Alyona, whose face had grown thinner as her belly grew, was sitting in the last row of the small, packed courtroom. On her right was her mother, Valentina, and on her left, Igor Chetverikov, one of Mikha’s classmates from school, though not a close friend. Ilya and Sanya, along with many others, were not allowed into the courtroom, and stood outside the door.

Marlen, who was also present in the crowd outside the door, his face contorted with helpless anger, whispered fiercely in Ilya’s ear:

“He’s simply mad! What was he thinking? It’s just beyond me! Why the Tatars? Why the Crimea? He should have been thinking about himself! For a Jew to get mixed up in the right of return of the Crimean Tatars! He should have been organizing his own right of return to Israel!”

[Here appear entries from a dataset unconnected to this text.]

import type { NecessaryCondition } from '../condition';
import { placesOf } from '../places';
import { isNeeded, neededPasses } from '../view';
import { passWords } from '../words';

/** Every pass that must be placed has a place for itself: free people, an open room, gear, loud hours, its pin, and room for rig and wrap. */
export const placement: NecessaryCondition = {
  name: 'placement',
  subjects: (view) => neededPasses(view).map(({ id }) => id),
  fails(view, subject) {
    const pass = view.statement.passes.get(subject)!;
    if (!isNeeded(view, subject) || placesOf(view, pass).length > 0) return null;
    return `There is no time for ${passWords(view.statement, subject)}`;
  },
};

Mikha was sentenced to three years in a medium-security prison camp, after which he was allowed to make a final statement. He spoke better than the judge, the prosecutor, and the lawyer put together. In a clear, rather high voice, calm and confident, he spoke about the justice that would ultimately prevail in society, in the world; about those who would feel ashamed of themselves; about the grandchildren of people alive today who would find it hard to believe the cruelty and senselessness of the past. What a wonderful literature teacher he made, and how unfortunate that the deaf schoolchildren had been deprived of his rare gifts!

After the trial, Alyona’s parents took her home to their house. She spent two days there, quarreled with her father, then returned to Chistoprudny Boulevard.

Sanya, who turned up at Alyona’s on the day he found out about Mikha’s arrest, went to see her every day now. The years of mutual coolness in his relations with Mikha seemed to have evaporated overnight. Their friendship, it turned out, was alive and well, and didn’t require any special nourishment in the form of frequent telephone calls, status reports, or drinking beer together.

A week after Mikha’s arrest Ilya and Sanya were sitting one evening in Milyutin Park on the bench with two broken slats. Sanya stared at the toes of his boots: Should he say it or not? Either way it was lame; but not saying anything at all was wrong. He said it, without looking at Ilya’s face.